**Work required:**
Return each line of the records below that contains the word "measured".

**Excerpts from a dataset:**
#!/usr/bin/env python3
"""The planner's recommendation run on text it did not route, against its prediction before and after the
self-check's correction (issue 24: "within 15% of the prediction" at three cap/link pairs).

For each pair, ``moerun.plan`` on pebble (routing recorded from the first 2,048 held-out tokens) chooses a setting
and checks it (``moerun.planner.selfcheck``: 3 runs from the first 32 held-out tokens, the compute costs corrected
beyond the noise). Then the chosen settings are run ``--rounds`` times, pairs interleaved, each run a fresh engine
generating ``--tokens`` tokens from a prompt taken from held-out text the plan never routed (token 10,000 on, a
new window each round). Printed per pair: the prediction before the check, after it, the median measured speed
with its spread, and both errors.

It imports ``_bench`` first (one BLAS thread).
"""

from __future__ import annotations

import argparse
import json
import statistics

import _bench  # first: one BLAS thread before numpy is imported

import moerun
from moerun.files.bundled import resolve_model
from moerun.files.config import ModelConfig
from moerun.model.tokenizer import Tokenizer, read_text_file
from moerun.planner import selfcheck

PAIRS = [("13MiB", 1e9), ("15MiB", 2e9), ("17MiB", 4e9)]
OTHER_TEXT_FROM = 10_000  # held-out tokens before this are never routed by the plan (it records the first 2,048)


def main() -> int:
    ap = argparse.ArgumentParser(description=__doc__.splitlines()[0])
    ap.add_argument("--rounds", type=int, default=5)
    ap.add_argument("--tokens", type=int, default=256)
    ap.add_argument("--json", metavar="FILE")
    a = ap.parse_args()
    d = resolve_model("pebble")
    c = ModelConfig.load(d)
    ids = Tokenizer.load(d, c.vocab_size, c.bos_token_id).encode_array(read_text_file(d / "heldout.txt")).tolist()
    prompts = [ids[OTHER_TEXT_FROM + 1000 * r: OTHER_TEXT_FROM + 1000 * r + 32] for r in range(a.rounds)]
    plans = []
    for cap, link in PAIRS:
        _bench.log(f"plan at {cap}, {link / 1e9:g} GB/s ...")
        r = moerun.plan("pebble", mem_cap=cap, link_speed=link)
        ck = r.check
        plans.append({"cap": cap, "link": link, "rec": r.recommended, "cap_bytes": r.mem_cap_bytes,
                      "before": ck.predicted_tok_s, "after": r.recommended.tok_s, "check": ck.to_json()})
    runs = {i: [] for i in range(len(plans))}
    for rnd in range(a.rounds):
        for i, p in enumerate(plans):
            kw = selfcheck.engine_kwargs(p["rec"], p["cap_bytes"], p["link"], False)
            tok_s, _ = selfcheck.run_once(d, kw, prompts[rnd], a.tokens, seed=100 + rnd)
            runs[i].append(tok_s)
        _bench.log(f"round {rnd + 1} of {a.rounds}")
    out = []
    print("cap     link     setting                                before  after  measured (spread)  err before  err after")
    for i, p in enumerate(plans):
        med = statistics.median(runs[i])
        spread = (max(runs[i]) - min(runs[i])) / med
        rec = p["rec"]
        how = f"{'shared' if rec.shared else ','.join(map(str, rec.slots))} {rec.policy} pf{rec.prefetch}"
        eb, ea = p["before"] / med - 1, p["after"] / med - 1
        print(f"{p['cap']:7} {p['link'] / 1e9:g} GB/s  {how:38} {p['before']:6.0f} {p['after']:6.0f}  {med:6.0f} ({100 * spread:.0f}%)"
              f"       {100 * eb:+6.1f}%    {100 * ea:+6.1f}%")
        out.append({"cap": p["cap"], "link": p["link"], "setting": how, "predicted_before_tok_s": p["before"],
                    "predicted_after_tok_s": p["after"], "runs_tok_s": runs[i], "median_tok_s": med, "spread": spread,
                    "error_before": eb, "error_after": ea, "check": p["check"]})
    if a.json:
        with open(a.json, "w") as f:
            json.dump(out, f, indent=2)
    return 0


if __name__ == "__main__":
    raise SystemExit(main())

**Solution to the problem:**
new window each round). Printed per pair: the prediction before the check, after it, the median measured speed
    print("cap     link     setting                                before  after  measured (spread)  err before  err after")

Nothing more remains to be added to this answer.